# mei tai or hard carrier for hiking?



## lisalulu (Jun 15, 2005)

I am sure this is somewhere already and I can't find it!

DS is almost two and about 30lbs. I would like to find something for hiking this summer. We had an Ergo and it really bothered my back. I know there are a few choices in the Kelty-type hard back packs but they look so uncomfortable-please correct me if this is wrong! Do you think a mei tei would work well for hiking?

Another mei tai question:
I've been looking at the babyhawk site and noticed that sometimes the child has their arms up and free and sometimes they are tucked in-is this choice or does it depend on the size of the parent or child?

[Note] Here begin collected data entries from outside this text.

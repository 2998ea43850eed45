/* rows.c - a record's rows as the readers give them, every digit: outside-rows FILE [COLUMNS [INDEX]], for checks against other
 * libraries. First line: origin JD in two parts, scale, number of rows; then a row a line: elapsed days, value, error, quality,
 * flags. */
#include "readers/reader.h"

#include <math.h>
#include <stdio.h>

int
main (int argc, char **argv)
{
  g_autoptr (GError) error = NULL;
  AntReadingChoices choices = { .index = argc > 3 ? g_strdup (argv[3]) : NULL };
  if (argc < 2 || (argc > 2 && *argv[2] && !ant_reading_choices_parse_columns (&choices, argv[2], &error)))
    return 2;
  g_autoptr (AntRecord) record = ant_reader_open (argv[1], &choices, NULL, &error);
  ant_reading_choices_clear (&choices);
  if (!record)
    {
      fprintf (stderr, "%s\n", error->message);
      return 3;
    }
  printf ("%.17g %.17g %s %zu\n", record->time.origin_jd1, record->time.origin_jd2, ant_time_scale_name (record->time.scale),
          record->n_rows);
  for (gsize i = 0; i < record->n_rows; i++)
    printf ("%.17g %.17g %.17g %" G_GINT64_FORMAT " %u\n", record->time_d[i], record->value[i],
            record->error ? record->error[i] : (double) NAN, record->quality ? record->quality[i] : 0, record->flags[i]);
  return 0;
}
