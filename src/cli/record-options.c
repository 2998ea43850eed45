/* record-options.c - the options of reading. */
#include "cli/record-options.h"

#include <glib/gi18n.h>
#include <math.h>

#include "data/error.h"
#include "jobs/record-open.h"

void
ant_record_options_add (GOptionContext *context, AntRecordOptions *options)
{
  const GOptionEntry entries[] = {
    { "column", 0, 0, G_OPTION_ARG_STRING, &options->columns, N_("columns by name or number; those not named are told by the reader"),
      N_("time=…,value=…,error=…,quality=…") },
    { "time-format", 0, 0, G_OPTION_ARG_STRING, &options->time_format,
      N_("jd, mjd, jd-OFFSET, iso, ymd, unix, year-day, year-month-day, decimal-year, days, hours or seconds"), N_("FORMAT") },
    { "time-scale", 0, 0, G_OPTION_ARG_STRING, &options->time_scale, N_("UTC, TAI, TT, TDB, GPS, Unix or unknown"), N_("SCALE") },
    { "time-zone", 0, 0, G_OPTION_ARG_STRING, &options->time_zone, N_("hours of a local clock ahead of UTC, such as +01:00"), N_("ZONE") },
    { "epoch", 0, 0, G_OPTION_ARG_STRING, &options->epoch, N_("what days, hours or seconds count from, such as 2000-01-01T12:00:00"),
      N_("TIME") },
    { "hdu", 0, 0, G_OPTION_ARG_STRING, &options->hdu, N_("table of a FITS file, 0 the primary one; without it the first with a time"),
      N_("NAME|NUMBER") },
    { "index", 0, 0, G_OPTION_ARG_STRING, &options->index, N_("NetCDF: which place along a further dimension, counted from 1"),
      N_("DIMENSION=NUMBER,…") },
    { "fill", 0, 0, G_OPTION_ARG_STRING, &options->fill, N_("values that count as missing, besides the usual ones"),
      N_("NUMBER,…") },
    { "good", 0, 0, G_OPTION_ARG_STRING, &options->good,
      N_("qualities that are good, or the bits (0x…) that must be clear; without it only 0 is good"), N_("NUMBER,…|0xMASK") },
    { NULL }
  };
  g_option_context_add_main_entries (context, entries, NULL);
}

void
ant_record_options_clear (AntRecordOptions *options)
{
  g_free (options->columns);
  g_free (options->time_format);
  g_free (options->time_scale);
  g_free (options->time_zone);
  g_free (options->epoch);
  g_free (options->hdu);
  g_free (options->index);
  g_free (options->fill);
  g_free (options->good);
  *options = (AntRecordOptions){ 0 };
}

static void
choose (char **place, const char *chosen)
{
  if (!chosen)
    return;
  g_free (*place);
  *place = g_strdup (chosen);
}

gboolean
ant_record_options_choose (const AntRecordOptions *options, AntReadingChoices *choices, GError **error)
{
  choose (&choices->time_format, options->time_format);
  choose (&choices->time_scale, options->time_scale);
  choose (&choices->time_zone, options->time_zone);
  choose (&choices->epoch, options->epoch);
  choose (&choices->hdu, options->hdu);
  choose (&choices->index, options->index);
  if (options->fill)
    g_clear_pointer (&choices->fill_values, g_array_unref);
  return (!options->columns || ant_reading_choices_parse_columns (choices, options->columns, error))
         && (!options->fill || ant_reading_choices_parse_fills (choices, options->fill, error));
}

AntRecord *
ant_record_options_read (const AntRecordOptions *options, const char *path, GCancellable *cancellable, GError **error)
{
  AntReadingChoices choices = { 0 };
  AntRecord *record = NULL;
  if (ant_record_options_choose (options, &choices, error))
    record = ant_record_open (path, &choices, 0, cancellable, error);
  ant_reading_choices_clear (&choices);
  return record;
}

gboolean
ant_record_options_good (const AntRecordOptions *options, AntGridOptions *grid, GError **error)
{
  return !options->good || ant_grid_options_parse_good (grid, "--good", options->good, error);
}
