/* passage-table.c - passages.csv. */
#include "writers/passage-table.h"

#include <glib/gi18n.h>

#include "writers/csv.h"

static void
append_definitions (GString *table, const AntRecord *record)
{
  ant_csv_preamble (table, _("Passages: minima of the slow part of the record, such as spot groups"), record);
  ant_csv_comment (table, _("no false-alarm claim: the Sun does this"));
  ant_csv_comment (table, _("slow part: what the data say about the noise model's parts slower than half a day, dips taken out"));
  ant_csv_comment (table, _("depth_ppm: below the straight line over the minimum that touches the slow part on both sides; "
                            "depth_sigma_ppm: its uncertainty given the noise model; listed from %g times that"),
                   ANT_PASSAGE_SIGMAS);
  ant_csv_comment (table, _("start, end: half of that depth; mid: halfway; width_d: from start to end, %g to %g d"),
                   ANT_PASSAGE_SHORTEST_D, ANT_PASSAGE_LONGEST_D);
  ant_csv_comment (table, _("coverage: observed fraction of start to end"));
  if (!record->time.origin_known)
    ant_csv_comment (table, _("start_jd, mid_jd, end_jd: empty, the origin of the times is unknown"));
}

static void
append_number (GString *table, const char *format, double number)
{
  g_string_append_c (table, ',');
  ant_csv_number (table, format, number);
}

static void
append_text (GString *table, char *text)
{
  g_string_append_c (table, ',');
  ant_csv_text (table, text);
  g_free (text);
}

GString *
ant_passage_table_text (const AntScanResults *results)
{
  GString *table = g_string_new (NULL);
  const AntTimeReference *time = &results->record->time;
  append_definitions (table, results->record);
  g_string_append (table, "passage,start_jd,mid_jd,end_jd,mid_time,mid_utc,width_d,depth_ppm,depth_sigma_ppm,coverage\n");
  for (gsize i = 0; i < results->n_passages; i++)
    {
      const AntPassage *passage = &results->passage[i];
      g_string_append_printf (table, "%zu", i + 1);
      append_number (table, "%.4f", ant_time_reference_jd (time, passage->start_d));
      append_number (table, "%.4f", ant_time_reference_jd (time, passage->mid_d));
      append_number (table, "%.4f", ant_time_reference_jd (time, passage->end_d));
      append_text (table, ant_time_reference_own_text (time, passage->mid_d));
      append_text (table, ant_time_reference_utc_text (time, passage->mid_d, 0));
      append_number (table, "%.3f", passage->end_d - passage->start_d);
      append_number (table, "%.5g", passage->depth_ppm);
      append_number (table, "%.4g", passage->depth_sigma_ppm);
      append_number (table, "%.4f", passage->coverage);
      g_string_append_c (table, '\n');
    }
  return table;
}
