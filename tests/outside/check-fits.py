"""The FITS reader against astropy.io.fits and astropy.time: tables made here, and those of Debian's sunpy and astropy."""
import gzip
import os
import pathlib
import tempfile
import warnings

from asking import Checks, ask, skip

try:
    import numpy as np
except ImportError:
    skip("numpy")
try:
    from astropy import units
    from astropy.io import fits
    from astropy.table import Table
    from astropy.time import Time, TimeDelta
    from astropy.utils import iers
except ImportError:
    skip("astropy")

iers.conf.auto_download = False
warnings.simplefilter("ignore")
checks = Checks()
rng = np.random.default_rng(11)
N = 200
folder = pathlib.Path(tempfile.mkdtemp())


def read(path, hdu="-", value="-"):
    answer = ask(["record %s %s %s" % (path, hdu, value)])[0]
    assert answer[0] != "refused", path
    rows = np.array(answer[3:], dtype=float).reshape(-1, 2)
    scale = {"unknown": "tt", "GPS": "tai"}.get(answer[0], answer[0].lower())
    return Time(float(answer[1]), float(answer[2]), format="jd", scale=scale), rows[:, 0], rows[:, 1]


def compare(what, path, times, values, hdu="-", value="-"):
    """Values to the last bit, instants to a microsecond."""
    zero, elapsed, ours = read(path, hdu, value)
    values = np.asarray(values, dtype=float)
    same = ours.shape == values.shape and bool(np.all((ours == values) | (np.isnan(ours) & np.isnan(values))))
    checks.within(what + ": values to the last bit", 0.0 if same else 1.0, 0.0)
    off = (zero + TimeDelta(elapsed, format="jd") - times).to_value("s")
    checks.within(what + ": times, s", float(np.max(np.abs(off))), 1e-6)


# Relative times in every unit and scale, with the epoch whole, in a JD and in two parts.
for scale in ("UTC", "TAI", "TT", "TDB"):
    for unit, key in (("s", "MJDREFI"), ("min", "JDREF"), ("h", "DATEREF"), ("d", "MJDREF")):
        step = {"s": 1.0, "min": 0.5, "h": 0.01, "d": 0.3}[unit]
        number = 4.0 + np.cumsum(step * rng.uniform(0.5, 1.5, N))
        table = fits.BinTableHDU.from_columns([fits.Column("TIME", "D", unit, array=number),
                                               fits.Column("RATE", "E", array=rng.normal(1361, 1, N))])
        table.header["TIMESYS"] = scale
        if key == "MJDREFI":
            table.header["MJDREFI"], table.header["MJDREFF"] = 57203, 0.999957285
            epoch = Time(57203 + 2400000.5, 0.999957285, format="jd", scale=scale.lower())
        elif key == "JDREF":
            table.header["JDREF"] = 2457204.25
            epoch = Time(2457204.25, format="jd", scale=scale.lower())
        elif key == "DATEREF":
            table.header["DATEREF"] = "2015-06-30T12:00:00.125"
            epoch = Time("2015-06-30T12:00:00.125", scale=scale.lower())
        else:
            table.header["MJDREF"] = 57203.0
            epoch = Time(57203.0, format="mjd", scale=scale.lower())
        path = folder / ("%s-%s.fits" % (scale, unit))
        table.writeto(path)
        if unit == "d" and scale == "UTC":  # days of the calendar, as a JD counts them
            times = Time(57203.0 + 2400000.5, number, format="jd", scale="utc")
        else:
            times = epoch + TimeDelta(number * units.Unit(unit))
        compare("%s since %s in %s" % (scale, key, unit), path, times, fits.getdata(path)["RATE"])

# What astropy writes itself: times in two parts, and as text.
times = Time(2457203.5, np.sort(rng.uniform(0, 3, N)), format="jd", scale="tdb")
Table({"time": times, "flux": rng.normal(1, 1e-4, N)}).write(folder / "pair.fits")
compare("a pair of parts", folder / "pair.fits", times, fits.getdata(folder / "pair.fits")["flux"])
text = Time(times.utc.isot, scale="utc")
columns = [fits.Column("DATE", "A23", array=text.isot), fits.Column("flux", "D", array=rng.normal(1, 1e-4, N))]
for kind, name in ((fits.BinTableHDU, "binary"), (fits.TableHDU, "ascii")):
    table = kind.from_columns(columns if name == "binary" else
                              [fits.Column("DATE", "A23", array=text.isot), fits.Column("flux", "D25.17", array=rng.normal(1, 1e-4, N))])
    table.header["TIMESYS"] = "UTC"
    table.writeto(folder / (name + ".fits"))
    compare("dates as text, %s" % name, folder / (name + ".fits"), text, fits.getdata(folder / (name + ".fits"))["flux"])

# Scaled and unsigned whole numbers, nulls, a vector of bands, gzip.
counts = rng.integers(0, 65535, N).astype(np.uint16)
columns = [fits.Column("MJD", "D", array=57203 + np.arange(N) / 7), fits.Column("COUNTS", "I", bzero=32768, array=counts),
           fits.Column("TSI", "I", null=-32768, array=np.append(rng.integers(-5000, 5000, N - 1), -32768).astype(np.int16)),
           fits.Column("BANDS", "3E", array=rng.normal(10, 1, (N, 3)))]
fits.BinTableHDU.from_columns(columns, name="ALL").writeto(folder / "all.fits")
fits.setval(folder / "all.fits", "TSCAL3", value=0.001, ext=1)
fits.setval(folder / "all.fits", "TZERO3", value=1361.0, ext=1)
(folder / "all.fits.gz").write_bytes(gzip.compress((folder / "all.fits").read_bytes()))
data = fits.getdata(folder / "all.fits.gz", 1)
theirs_tsi = np.array(data["TSI"], dtype=float)
theirs_tsi[-1] = np.nan  # its null, which astropy scales like any number
for value, theirs in (("COUNTS", data["COUNTS"]), ("TSI", theirs_tsi), ("BANDS[3]", data["BANDS"][:, 2])):
    compare("%s in gzip" % value, folder / "all.fits.gz", Time(data["MJD"], format="mjd", scale="utc"), theirs, "ALL", value)

sunpy = pathlib.Path("/usr/lib/python3/dist-packages/sunpy/data/test")
if (sunpy / "gbm.fits").exists():
    data = fits.open(sunpy / "gbm.fits")
    header, rows = data[2].header, data[2].data
    epoch = Time(header["MJDREFI"] + 2400000.5, header["MJDREFF"], format="jd", scale="tt")
    compare("counts since MJDREFI and MJDREFF", sunpy / "gbm.fits", epoch + TimeDelta(rows["TIME"], format="sec"), rows["COUNTS"][:, 6],
            "-", "COUNTS[7]")
    for name in ("go1520110607.fits", "go1520120601.fits.gz"):
        data = fits.open(sunpy / name)
        rows = data["FLUXES"].data
        compare("%s, series in cells" % name, sunpy / name,
                Time(data["FLUXES"].header["TIMEZERO"] + 2400000.5, rows["TIME"][0] / 86400, format="jd", scale="utc"),
                rows["FLUX"][0][:, 1], "FLUXES", "FLUX[2]")
    rows = fits.getdata(sunpy / "eve_l1_esp_2011046_00_truncated.fits", 1)
    first = Time("%d:%03d" % (rows["YEAR"][0], rows["DOY"][0]), format="yday", scale="utc")
    compare("year, day and second", sunpy / "eve_l1_esp_2011046_00_truncated.fits", first + TimeDelta(rows["SOD"], format="sec"), rows["QD"],
            "1", "QD")
    name = "lyra_20150101-000000_lev3_std_truncated.fits.gz"
    data = fits.open(sunpy / name)
    compare("minutes from DATE-OBS", sunpy / name,
            Time(data[0].header["DATE-OBS"], scale="utc") + TimeDelta(data[1].data["TIME"] * 60.0, format="sec"), data[1].data["CHANNEL3"],
            "-", "CHANNEL3")

for path in folder.iterdir():
    os.unlink(path)
folder.rmdir()
checks.end()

Ds hates to be confined and would rather have it so his arms were free.

TIA
Lisa


----------



## 425lisamarie (Mar 4, 2005)

Well, I'm a die hard wrap/sling/Mei Tei user, but for hiking (I'm in SEa area too







) I go for a hard pack. It's just easier to stuff everything in the backpack part of it, and it really just distributes weight better for me. I'm about 5.5" and pretty small, and I carry our 40 pound 2.5 year old, and DH carries the babe







.

ETA: I don't like to wear th Ergo either, it makes my pants fall down in the back and never sites quite right







. YOu really need to try the packs on though, there are so many kinds. Go to REI, they are a big help, you can at least see what feels comfy to you


----------



## MollyandCleo (Jun 14, 2005)

Since the previous poster covered the first part of your question so well, I'll tackle the 2nd part.

Whether the child has their arms tucked in or free is totally up to the child. My daughter has always liked her arms out, except when she's sleeping. Actually, the way I can always tell that she is getting ready to fall asleep on my back is that she'll tuck her arms in (like a little turtle).


----------



## samantha546 (Aug 4, 2005)

Well in our experience, we've disliked the Kelty's but thought that was our only option for hiking. In the times that DH has worn the Kelty, he finds that his back is really sore after. I personally haven't put it on but it looks too cumbersome for me. My biggest concern with a Kelty is that once DD falls asleep, her head just lolls around. Twice, DH has had to walk, hunched forward so that DD's head would rest on his neck.

Since we do go hiking a lot, DH loves to take the ERGO. I'm also a big fan of it and find it super comfortable (I'm about 5'5"). I've had a chance to try on several MT's at the last NINO meeting and have found a few that are really comfortable.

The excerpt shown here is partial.